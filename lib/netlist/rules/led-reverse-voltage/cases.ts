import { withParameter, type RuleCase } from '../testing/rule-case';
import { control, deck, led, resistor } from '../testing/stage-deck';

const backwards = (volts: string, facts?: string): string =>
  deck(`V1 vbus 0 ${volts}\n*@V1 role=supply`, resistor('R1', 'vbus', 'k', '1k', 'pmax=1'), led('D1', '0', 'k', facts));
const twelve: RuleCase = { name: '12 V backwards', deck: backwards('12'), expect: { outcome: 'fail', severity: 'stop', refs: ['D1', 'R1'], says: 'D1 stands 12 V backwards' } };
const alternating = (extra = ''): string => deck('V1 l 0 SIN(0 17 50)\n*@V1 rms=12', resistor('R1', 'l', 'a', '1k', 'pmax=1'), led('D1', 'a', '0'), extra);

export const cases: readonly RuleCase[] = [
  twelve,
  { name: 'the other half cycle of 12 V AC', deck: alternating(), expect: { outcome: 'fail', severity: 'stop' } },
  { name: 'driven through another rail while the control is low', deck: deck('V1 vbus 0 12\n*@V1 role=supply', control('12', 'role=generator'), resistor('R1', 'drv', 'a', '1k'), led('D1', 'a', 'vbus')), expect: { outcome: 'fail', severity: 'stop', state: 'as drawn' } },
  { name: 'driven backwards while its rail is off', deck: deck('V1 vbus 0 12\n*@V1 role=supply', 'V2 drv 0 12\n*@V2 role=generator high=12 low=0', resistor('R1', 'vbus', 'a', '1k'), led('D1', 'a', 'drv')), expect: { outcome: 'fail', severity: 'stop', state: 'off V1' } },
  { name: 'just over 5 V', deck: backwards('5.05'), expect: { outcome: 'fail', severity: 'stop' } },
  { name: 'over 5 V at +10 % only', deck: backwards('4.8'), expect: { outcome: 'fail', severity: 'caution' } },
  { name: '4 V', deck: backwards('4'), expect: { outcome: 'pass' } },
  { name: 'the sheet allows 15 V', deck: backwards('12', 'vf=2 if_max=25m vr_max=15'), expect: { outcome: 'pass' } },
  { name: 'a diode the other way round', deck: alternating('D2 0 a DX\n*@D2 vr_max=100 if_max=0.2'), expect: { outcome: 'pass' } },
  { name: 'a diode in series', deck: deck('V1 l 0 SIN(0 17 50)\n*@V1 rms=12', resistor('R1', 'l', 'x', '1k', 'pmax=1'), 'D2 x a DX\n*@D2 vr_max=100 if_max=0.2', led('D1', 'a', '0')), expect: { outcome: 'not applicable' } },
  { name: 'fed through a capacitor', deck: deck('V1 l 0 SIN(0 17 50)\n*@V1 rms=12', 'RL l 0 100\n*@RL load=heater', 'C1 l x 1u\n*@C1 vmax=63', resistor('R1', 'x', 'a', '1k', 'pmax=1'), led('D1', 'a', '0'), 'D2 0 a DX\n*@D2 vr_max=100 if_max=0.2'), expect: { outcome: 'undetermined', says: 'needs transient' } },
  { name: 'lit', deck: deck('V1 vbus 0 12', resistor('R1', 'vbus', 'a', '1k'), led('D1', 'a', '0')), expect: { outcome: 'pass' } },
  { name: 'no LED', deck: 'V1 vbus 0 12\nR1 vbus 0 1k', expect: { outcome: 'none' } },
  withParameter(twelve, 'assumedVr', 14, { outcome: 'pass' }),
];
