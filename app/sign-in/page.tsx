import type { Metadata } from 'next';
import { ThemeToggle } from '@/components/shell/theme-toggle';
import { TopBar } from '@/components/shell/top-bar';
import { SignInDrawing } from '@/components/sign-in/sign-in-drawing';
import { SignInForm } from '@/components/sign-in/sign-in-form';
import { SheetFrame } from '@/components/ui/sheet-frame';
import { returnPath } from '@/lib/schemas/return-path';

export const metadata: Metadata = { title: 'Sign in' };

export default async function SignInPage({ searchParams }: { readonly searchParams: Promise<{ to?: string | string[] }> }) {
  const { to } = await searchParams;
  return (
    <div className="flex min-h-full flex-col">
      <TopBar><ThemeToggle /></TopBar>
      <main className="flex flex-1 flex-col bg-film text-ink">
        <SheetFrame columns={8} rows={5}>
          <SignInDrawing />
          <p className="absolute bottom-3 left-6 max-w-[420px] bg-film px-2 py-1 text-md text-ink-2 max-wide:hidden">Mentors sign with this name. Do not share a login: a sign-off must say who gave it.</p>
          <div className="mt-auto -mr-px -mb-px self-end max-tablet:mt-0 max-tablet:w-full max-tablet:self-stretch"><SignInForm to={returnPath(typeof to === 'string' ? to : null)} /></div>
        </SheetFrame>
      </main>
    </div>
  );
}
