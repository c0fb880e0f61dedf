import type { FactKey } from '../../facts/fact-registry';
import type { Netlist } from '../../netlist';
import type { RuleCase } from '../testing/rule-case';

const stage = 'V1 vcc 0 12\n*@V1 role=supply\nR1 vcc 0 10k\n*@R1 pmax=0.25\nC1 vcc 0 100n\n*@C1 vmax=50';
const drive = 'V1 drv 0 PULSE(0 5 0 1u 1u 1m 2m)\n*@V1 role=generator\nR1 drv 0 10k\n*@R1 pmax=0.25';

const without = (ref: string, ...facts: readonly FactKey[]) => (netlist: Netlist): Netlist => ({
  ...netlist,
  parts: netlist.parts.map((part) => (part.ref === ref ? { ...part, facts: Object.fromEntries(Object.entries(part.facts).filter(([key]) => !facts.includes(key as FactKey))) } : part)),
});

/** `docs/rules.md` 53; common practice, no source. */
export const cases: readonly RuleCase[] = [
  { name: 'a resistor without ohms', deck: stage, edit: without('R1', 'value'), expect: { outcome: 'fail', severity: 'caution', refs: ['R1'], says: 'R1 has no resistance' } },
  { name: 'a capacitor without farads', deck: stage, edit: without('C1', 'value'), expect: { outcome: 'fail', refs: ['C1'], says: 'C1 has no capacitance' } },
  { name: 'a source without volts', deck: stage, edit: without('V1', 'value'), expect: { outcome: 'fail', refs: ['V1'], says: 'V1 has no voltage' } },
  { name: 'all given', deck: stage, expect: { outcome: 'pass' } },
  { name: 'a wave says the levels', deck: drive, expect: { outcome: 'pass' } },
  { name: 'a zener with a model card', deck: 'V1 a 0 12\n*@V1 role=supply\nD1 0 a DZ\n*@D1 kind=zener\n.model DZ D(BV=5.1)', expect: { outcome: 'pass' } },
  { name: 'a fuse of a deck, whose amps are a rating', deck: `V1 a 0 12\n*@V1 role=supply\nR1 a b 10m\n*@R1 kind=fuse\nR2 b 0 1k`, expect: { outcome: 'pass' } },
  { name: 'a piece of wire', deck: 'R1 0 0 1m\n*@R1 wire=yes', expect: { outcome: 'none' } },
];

**What is needed:**
Return the entries in full, keeping every line exactly as it is.

**Answer to the problem:**
filename lib/netlist/rules/led-reverse-voltage/cases.ts
import { withParameter, type RuleCase } from '../testing/rule-case';
import { control, deck, led, resistor } from '../testing/stage-deck';

const backwards = (volts: string, facts?: string): string =>
  deck(`V1 vbus 0 ${volts}\n*@V1 role=supply`, resistor('R1', 'vbus', 'k', '1k', 'pmax=1'), led('D1', '0', 'k', facts));
const twelve: RuleCase = { name: '12 V backwards', deck: backwards('12'), expect: { outcome: 'fail', severity: 'stop', refs: ['D1', 'R1'], says: 'D1 stands 12 V backwards' } };
const alternating = (extra = ''): string => deck('V1 l 0 SIN(0 17 50)\n*@V1 rms=12', resistor('R1', 'l', 'a', '1k', 'pmax=1'), led('D1', 'a', '0'), extra);

export const cases: readonly RuleCase[] = [
  twelve,
  { name: 'the other half cycle of 12 V AC', deck: alternating(), expect: { outcome: 'fail', severity: 'stop' } },
  { name: 'driven through another rail while the control is low', deck: deck('V1 vbus 0 12\n*@V1 role=supply', control('12', 'role=generator'), resistor('R1', 'drv', 'a', '1k'), led('D1', 'a', 'vbus')), expect: { outcome: 'fail', severity: 'stop', state: 'as drawn' } },
  { name: 'driven backwards while its rail is off', deck: deck('V1 vbus 0 12\n*@V1 role=supply', 'V2 drv 0 12\n*@V2 role=generator high=12 low=0', resistor('R1', 'vbus', 'a', '1k'), led('D1', 'a', 'drv')), expect: { outcome: 'fail', severity: 'stop', state: 'off V1' } },
  { name: 'just over 5 V', deck: backwards('5.05'), expect: { outcome: 'fail', severity: 'stop' } },
  { name: 'over 5 V at +10 % only', deck: backwards('4.8'), expect: { outcome: 'fail', severity: 'caution' } },
  { name: '4 V', deck: backwards('4'), expect: { outcome: 'pass' } },
  { name: 'the sheet allows 15 V', deck: backwards('12', 'vf=2 if_max=25m vr_max=15'), expect: { outcome: 'pass' } },
  { name: 'a diode the other way round', deck: alternating('D2 0 a DX\n*@D2 vr_max=100 if_max=0.2'), expect: { outcome: 'pass' } },
  { name: 'a diode in series', deck: deck('V1 l 0 SIN(0 17 50)\n*@V1 rms=12', resistor('R1', 'l', 'x', '1k', 'pmax=1'), 'D2 x a DX\n*@D2 vr_max=100 if_max=0.2', led('D1', 'a', '0')), expect: { outcome: 'not applicable' } },
  { name: 'fed through a capacitor', deck: deck('V1 l 0 SIN(0 17 50)\n*@V1 rms=12', 'RL l 0 100\n*@RL load=heater', 'C1 l x 1u\n*@C1 vmax=63', resistor('R1', 'x', 'a', '1k', 'pmax=1'), led('D1', 'a', '0'), 'D2 0 a DX\n*@D2 vr_max=100 if_max=0.2'), expect: { outcome: 'undetermined', says: 'needs transient' } },
  { name: 'lit', deck: deck('V1 vbus 0 12', resistor('R1', 'vbus', 'a', '1k'), led('D1', 'a', '0')), expect: { outcome: 'pass' } },
  { name: 'no LED', deck: 'V1 vbus 0 12\nR1 vbus 0 1k', expect: { outcome: 'none' } },
  withParameter(twelve, 'assumedVr', 14, { outcome: 'pass' }),
];
filename app/sign-in/page.tsx
import type { Metadata } from 'next';
import { ThemeToggle } from '@/components/shell/theme-toggle';
import { TopBar } from '@/components/shell/top-bar';
import { SignInDrawing } from '@/components/sign-in/sign-in-drawing';
import { SignInForm } from '@/components/sign-in/sign-in-form';
import { SheetFrame } from '@/components/ui/sheet-frame';
import { returnPath } from '@/lib/schemas/return-path';

export const metadata: Metadata = { title: 'Sign in' };

export default async function SignInPage({ searchParams }: { readonly searchParams: Promise<{ to?: string | string[] }> }) {
  const { to } = await searchParams;
  return (
    <div className="flex min-h-full flex-col">
      <TopBar><ThemeToggle /></TopBar>
      <main className="flex flex-1 flex-col bg-film text-ink">
        <SheetFrame columns={8} rows={5}>
          <SignInDrawing />
          <p className="absolute bottom-3 left-6 max-w-[420px] bg-film px-2 py-1 text-md text-ink-2 max-wide:hidden">Mentors sign with this name. Do not share a login: a sign-off must say who gave it.</p>
          <div className="mt-auto -mr-px -mb-px self-end max-tablet:mt-0 max-tablet:w-full max-tablet:self-stretch"><SignInForm to={returnPath(typeof to === 'string' ? to : null)} /></div>
        </SheetFrame>
      </main>
    </div>
  );
}
repository c0fb880e0f61dedf
import type { FactKey } from '../../facts/fact-registry';
import type { Netlist } from '../../netlist';
import type { RuleCase } from '../testing/rule-case';

const stage = 'V1 vcc 0 12\n*@V1 role=supply\nR1 vcc 0 10k\n*@R1 pmax=0.25\nC1 vcc 0 100n\n*@C1 vmax=50';
const drive = 'V1 drv 0 PULSE(0 5 0 1u 1u 1m 2m)\n*@V1 role=generator\nR1 drv 0 10k\n*@R1 pmax=0.25';

const without = (ref: string, ...facts: readonly FactKey[]) => (netlist: Netlist): Netlist => ({
  ...netlist,
  parts: netlist.parts.map((part) => (part.ref === ref ? { ...part, facts: Object.fromEntries(Object.entries(part.facts).filter(([key]) => !facts.includes(key as FactKey))) } : part)),
});

/** `docs/rules.md` 53; common practice, no source. */
export const cases: readonly RuleCase[] = [
  { name: 'a resistor without ohms', deck: stage, edit: without('R1', 'value'), expect: { outcome: 'fail', severity: 'caution', refs: ['R1'], says: 'R1 has no resistance' } },
  { name: 'a capacitor without farads', deck: stage, edit: without('C1', 'value'), expect: { outcome: 'fail', refs: ['C1'], says: 'C1 has no capacitance' } },
  { name: 'a source without volts', deck: stage, edit: without('V1', 'value'), expect: { outcome: 'fail', refs: ['V1'], says: 'V1 has no voltage' } },
  { name: 'all given', deck: stage, expect: { outcome: 'pass' } },
  { name: 'a wave says the levels', deck: drive, expect: { outcome: 'pass' } },
  { name: 'a zener with a model card', deck: 'V1 a 0 12\n*@V1 role=supply\nD1 0 a DZ\n*@D1 kind=zener\n.model DZ D(BV=5.1)', expect: { outcome: 'pass' } },
  { name: 'a fuse of a deck, whose amps are a rating', deck: `V1 a 0 12\n*@V1 role=supply\nR1 a b 10m\n*@R1 kind=fuse\nR2 b 0 1k`, expect: { outcome: 'pass' } },
  { name: 'a piece of wire', deck: 'R1 0 0 1m\n*@R1 wire=yes', expect: { outcome: 'none' } },
];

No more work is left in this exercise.